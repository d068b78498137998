// SPDX-License-Identifier: MPL-2.0
#pragma once

// What make_tables has read and what it will write.

#include "core/substances/table.h"

#include <cstddef>
#include <stdexcept>
#include <string>
#include <vector>

namespace tables {

using namespace core::substances;

struct Phase {
    std::string id, name;
    Aggregation aggregation{};
    std::size_t substance = 0, first_interval = 0, interval_count = 0;
    std::string enthalpy_of_formation, source, note;
    double entropy_u = 0;
};

struct Substance {
    std::string key, formula, name, composition;
    Vapour vapour = Vapour::none;
    std::string reason;
    std::vector<std::size_t> phases;
    std::size_t first_view = 0, view_count = 0;
};

struct NamedView {
    std::string state;
    std::size_t substance, first_rung, rung_count;
};

/// What is written, in the order of writing.
struct Tables {
    std::vector<Interval> intervals;
    std::vector<Phase> phases;
    std::vector<Substance> substances;
    std::vector<NamedView> views;
    std::vector<Rung> rungs;
    std::size_t species_rows = 0, oxide_rows = 0, oxide_rows_beside = 0;
};

[[noreturn]] inline void stop(std::string const& what) { throw std::runtime_error(what); }

} // namespace tables
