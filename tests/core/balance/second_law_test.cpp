// SPDX-License-Identifier: MPL-2.0
#include "core/balance/second_law.h"

#include "tests/core/expect_refusal.h"
#include "tests/core/random_states.h"

#include <gtest/gtest.h>
#include <rapidcheck/gtest.h>

#include <array>
#include <cmath>

namespace {

using namespace core;
using namespace core::balance;

using Values = std::vector<double>;

template<class Q>
Column<Q> column(Values const& values) {
    return {values.data(), values.size()};
}
template<class Q>
Column<Uncertain<Q>> column(Values const& values, Values const& u) {
    return {values.data(), u.empty() ? nullptr : u.data(), values.size()};
}

Entropy generated(Values const& changes, Values const& heats, Values const& temperatures,
                  Notes const& notes = silent) {
    return entropy_generated<Total>(column<Entropy>(changes), column<Energy>(heats),
                                    column<Temperature>(temperatures), notes);
}

TEST(EntropyGenerated, SubtractsWhatHeatBroughtIn) {
    EXPECT_EQ(generated({5, -1}, {600, -300}, {300, 300}), Entropy::from_value(3));
    EXPECT_EQ(entropy_generated<Rate>(column<EntropyFlow>({2, 3}), std::nullopt, std::nullopt),
              EntropyFlow::from_value(5));
}

TEST(EntropyGenerated, RemarksADeficitOnly) {
    std::vector<std::string> remarks;
    const Notes notes(nullptr, &remarks);
    generated({2}, {600}, {300}, notes);
    generated({0.1, 0.2}, {90}, {300}, notes); // 0.30000000000000004 - 0.3
    generated({0.3}, {30, 60}, {300, 300}, notes);
    EXPECT_TRUE(remarks.empty());
    EXPECT_LT(generated({1}, {600}, {300}, notes), Entropy{});
    ASSERT_EQ(remarks.size(), 1u);
    EXPECT_NE(remarks[0].find("a deficit"), std::string::npos);
}

RC_GTEST_PROP(EntropyGenerated, DoesNotDependOnTheOrder, ()) {
    Values changes;
    for (int i = 0; i < 20; ++i)
        changes.push_back(random_states::between(1e-8, 1e8) * (i % 2 == 0 ? 1 : -1));
    Values reversed(changes.rbegin(), changes.rend());
    RC_ASSERT(generated(changes, {}, {}) == generated(reversed, {}, {}));
}

TEST(EntropyGenerated, TellsEachTerm) {
    std::vector<std::string> steps;
    generated({5}, {600}, {300}, Notes(&steps, nullptr));
    EXPECT_EQ(steps,
              (std::vector<std::string>{"ΔS1 = 5 J/K", "Σ(ΔS) = 5 J/K",
                                        "Q1 / T1 = 600 J / 300 K = 2 J/K", "Σ(Q / T) = 2 J/K"}));
}

TEST(EntropyGenerated, RefusesHeatsWithoutTheirTemperatures) {
    expect_refusal(unfit, "1 heat and 2 temperatures", "one temperature", [] {
        generated({1}, {100}, {300, 400});
    });
    expect_refusal(unfit, "2 heats and 0 temperatures", "one temperature", [] {
        entropy_generated<Total>(column<Entropy>({1}), column<Energy>({1, 2}), std::nullopt);
    });
}

TEST(EntropyGenerated, RefusesATemperatureAtAbsoluteZero) {
    expect_refusal(impossible, "", "a temperature above 0 K", [] { generated({1}, {100}, {0}); });
}

struct Stated {
    Values changes{}, changes_u{}, heats{}, heats_u{}, temperatures{}, temperatures_u{};
};

Verdict verdict(Stated const& s, std::optional<double> tolerance = std::nullopt,
                Notes const& notes = silent) {
    std::optional<NonNegative<Entropy>> allowed;
    if (tolerance) allowed = NonNegative<Entropy>{Entropy::from_value(*tolerance)};
    return second_law_verdict<Total>(
        column<Entropy>(s.changes, s.changes_u), column<Energy>(s.heats, s.heats_u),
        column<Temperature>(s.temperatures, s.temperatures_u), allowed, notes);
}

TEST(SecondLawVerdict, TellsTheThreeCases) {
    EXPECT_EQ(verdict({.changes = {2.5}, .heats = {600}, .temperatures = {300}}),
              Verdict::irreversible);
    EXPECT_EQ(verdict({.changes = {2}, .heats = {600}, .temperatures = {300}}),
              Verdict::reversible_within_the_tolerance);
    EXPECT_EQ(verdict({.changes = {1.5}, .heats = {600}, .temperatures = {300}}),
              Verdict::impossible);
}

TEST(SecondLawVerdict, TakesRoundingForReversible) {
    EXPECT_EQ(verdict({.changes = {0.1, 0.2}, .heats = {90}, .temperatures = {300}}),
              Verdict::reversible_within_the_tolerance);
    EXPECT_EQ(verdict({.changes = {1 + 1e-10}, .heats = {300}, .temperatures = {300}}),
              Verdict::irreversible);
}

// u² = 0.3² + (60/300)² + (600·7.5/300²)², so that 2·u = 0.7226 J/K.
TEST(SecondLawVerdict, AllowsTwiceTheCombinedUncertainty) {
    const double u = std::sqrt(0.3 * 0.3 + 0.2 * 0.2 + 0.05 * 0.05);
    for (auto [excess, expected] : {std::pair{1.99 * u, Verdict::reversible_within_the_tolerance},
                                    std::pair{2.01 * u, Verdict::irreversible},
                                    std::pair{-1.99 * u, Verdict::reversible_within_the_tolerance},
                                    std::pair{-2.01 * u, Verdict::impossible}})
        EXPECT_EQ(verdict({.changes = {2 + excess},
                           .changes_u = {0.3},
                           .heats = {600},
                           .heats_u = {60},
                           .temperatures = {300},
                           .temperatures_u = {7.5}}),
                  expected)
            << excess;
}

TEST(SecondLawVerdict, AddsTheTolerance) {
    const Stated s{.changes = {1.9}, .heats = {600}, .temperatures = {300}};
    EXPECT_EQ(verdict(s, 0.05), Verdict::impossible);
    EXPECT_EQ(verdict(s, 0.15), Verdict::reversible_within_the_tolerance);
}

TEST(SecondLawVerdict, TellsItsMargin) {
    std::vector<std::string> steps;
    verdict({.changes = {2.5}, .changes_u = {0.1}, .heats = {600}, .temperatures = {300}}, 0.25,
            Notes(&steps, nullptr));
    ASSERT_EQ(steps.size(), 7u);
    EXPECT_EQ(steps[4], "Sgen = Σ(ΔS) - Σ(Q / T) = 0.5 J/K");
    EXPECT_EQ(steps[5], "u(Sgen) = 0.1 J/K, combined standard uncertainty");
    EXPECT_EQ(steps[6], "margin = 1e-12 · Σ|terms| + 2 · u(Sgen) + tolerance = 0.45 J/K");
}

TEST(SecondLawVerdict, ServesEveryBasis) {
    const Values changes{1};
    EXPECT_EQ(second_law_verdict<Molar>(column<MolarEntropy>(changes, {}), std::nullopt,
                                        std::nullopt, std::nullopt),
              Verdict::irreversible);
    EXPECT_EQ(second_law_verdict<Specific>(column<SpecificEntropy>(changes, {}), std::nullopt,
                                           std::nullopt, std::nullopt),
              Verdict::irreversible);
}

} // namespace
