void add_interval(Tables& t, Interval const& interval) {
    Phase& phase = t.phases.back();
    if (!(interval.from < interval.to)) stop(phase.id + ": an interval without a width");
    if (phase.interval_count > 0 && t.intervals.back().to != interval.from)
        stop(phase.id + ": intervals that do not meet");
    t.intervals.push_back(interval);
    ++phase.interval_count;
}

void read_species(Tables& t, std::string const& folder) {
    const Fields columns{"phase_id",
                         "substance",
                         "phase_label",
                         "phase_kind",
                         "composition",
                         "dHf298_J_per_mol",
                         "interval_index",
                         "interval_count",
                         "T_low_K",
                         "T_high_K",
                         "a1",
                         "a2",
                         "a3",
                         "a4",
                         "a5",
                         "a6",
                         "a7",
                         "b1",
                         "b2",
                         "report_page",
                         "reference_code",
                         "note"};
    std::size_t left = 0;
    for (Fields const& f : tables::read_rows(folder + "/species.csv", columns)) {
        if (left == 0) {
            left = static_cast<std::size_t>(number(f[7]));
            begin_phase(t, substance(t, f[1], f[4]),
                        {f[0], shown_label(f[2]), aggregation(f[3]), 0, 0, 0, f[5],
                         "NASA/TP-2002-211556, App. D, p. " + f[19] + " (" + f[20] + ")", f[21]});
        }
        if (t.phases.back().id != f[0]) stop(f[0] + ": intervals missing before it");
        add_interval(t, {number(f[8]), number(f[9]), 8.314510, number(f[10]), number(f[11]), 0,
                         number(f[12]), number(f[13]), number(f[14]), number(f[15]), number(f[16]),
                         number(f[17]), number(f[18])});
        --left;
        ++t.species_rows;
    }
    if (left != 0) stop("the last phase lacks intervals");
}

/// Sets b1 and b2 so that the interval has this enthalpy and entropy at `at`.
void anchor(Interval& i, long double at, long double enthalpy, long double entropy) {
    i.b1 = static_cast<double>(enthalpy - enthalpy_of<long double>(i, at));
    i.b2 = static_cast<double>(entropy - entropy_of<long double>(i, at));
}

void read_oxides(Tables& t, std::string const& folder) {
    const Fields columns{"phase",
                         "formula",
                         "composition",
                         "dHf298_J_per_mol",
                         "S298_J_per_molK",
                         "T_low_K",
                         "T_high_K",
                         "A1_J_per_molK",
                         "A2_J_per_molK2",
                         "A3_J_K_per_mol",
                         "A4_J_per_molK05",
                         "A5_J_per_molK3",
                         "Cp298_J_per_molK",
                         "page"};
    const std::size_t species = t.substances.size();
    for (Fields const& f : tables::read_rows(folder + "/oxides.csv", columns)) {
        ++t.oxide_rows;
        const auto end = t.substances.begin() + static_cast<std::ptrdiff_t>(species);
        if (std::any_of(t.substances.begin(), end, [&](auto& s) { return s.formula == f[1]; })) {
            ++t.oxide_rows_beside; // the report has it too, with its liquid
            continue;
        }
        Interval i{number(f[5]),
                   number(f[6]),
                   1,
                   number(f[9]),
                   0,
                   number(f[10]),
                   number(f[7]),
                   number(f[8]),
                   number(f[11]),
                   0,
                   0,
                   0,
                   0};
        const bool goes_on = t.phases.back().id == f[1] + "(cr)";
        if (goes_on)
            anchor(i, i.from, enthalpy_of<long double>(t.intervals.back(), i.from),
                   entropy_of<long double>(t.intervals.back(), i.from));
        else
            anchor(i, 298.15L, number(f[3]), number(f[4]));
        if (!goes_on)
            begin_phase(t, substance(t, f[1], f[2]),
                        {f[1] + "(cr)", "cr", Aggregation::crystal, 0, 0, 0, f[3],
                         "USGS Bulletin 2131" + (f[13].empty() ? "" : ", p. " + f[13]), ""});
        add_interval(t, i);
    }
}

void read_vapours(Tables& t, std::string const& folder) {
    for (Fields const& f :
         tables::read_rows(folder + "/vapours.csv", {"substance", "role", "reason"})) {
        auto s = std::find_if(t.substances.begin(), t.substances.end(),
                              [&](auto& each) { return each.key == f[0]; });
        if (s == t.substances.end() || s->vapour != Vapour::none) stop("vapour of " + f[0]);
        s->vapour = f[1] == "gas"         ? Vapour::gas
                    : f[1] == "condensed" ? Vapour::condensed
                    : f[1] == "boils"     ? Vapour::boils
                    : f[1] == "apart"     ? Vapour::apart
                                          : Vapour::none;
        s->reason = f[2];
        if (s->vapour == Vapour::none) stop("unknown role " + f[1]);
    }
}

void read_entropy_uncertainties(Tables& t, std::string const& folder) {
    const Fields columns{"phase_id", "S298_J_per_molK", "printed_uncertainty_J_per_molK",
                         "obtained_how"};
    for (Fields const& f : tables::read_rows(folder + "/entropy_uncertainties.csv", columns)) {
        const auto phase = std::find_if(t.phases.begin(), t.phases.end(),
                                        [&](Phase const& each) { return each.id == f[0]; });
        if (phase == t.phases.end() || phase->entropy_u != 0) stop("entropy of " + f[0]);
        phase->entropy_u = number(f[2]) / 2; // printed for 95 %
    }
}

/// Puts the phases of each substance side by side; species.csv has all gases first.
void gather_phases(Tables& t) {
    std::stable_sort(t.phases.begin(), t.phases.end(),
                     [](auto& a, auto& b) { return a.substance < b.substance; });
    for (Substance& s : t.substances) s.phases.clear();
    for (std::size_t i = 0; i < t.phases.size(); ++i)
        t.substances[t.phases[i].substance].phases.push_back(i);
}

==========

_Exercise goal_
Keep to the lines above, from the first one through the line where "std::string reason;" appears, and copy them exactly.

_Answer to the problem_
repository d068b78498137998
// SPDX-License-Identifier: MPL-2.0
#pragma once

// What make_tables has read and what it will write.

#include "core/substances/table.h"

#include <cstddef>
#include <stdexcept>
#include <string>
#include <vector>

namespace tables {

using namespace core::substances;

struct Phase {
    std::string id, name;
    Aggregation aggregation{};
    std::size_t substance = 0, first_interval = 0, interval_count = 0;
    std::string enthalpy_of_formation, source, note;
    double entropy_u = 0;
};

struct Substance {
    std::string key, formula, name, composition;
    Vapour vapour = Vapour::none;
    std::string reason;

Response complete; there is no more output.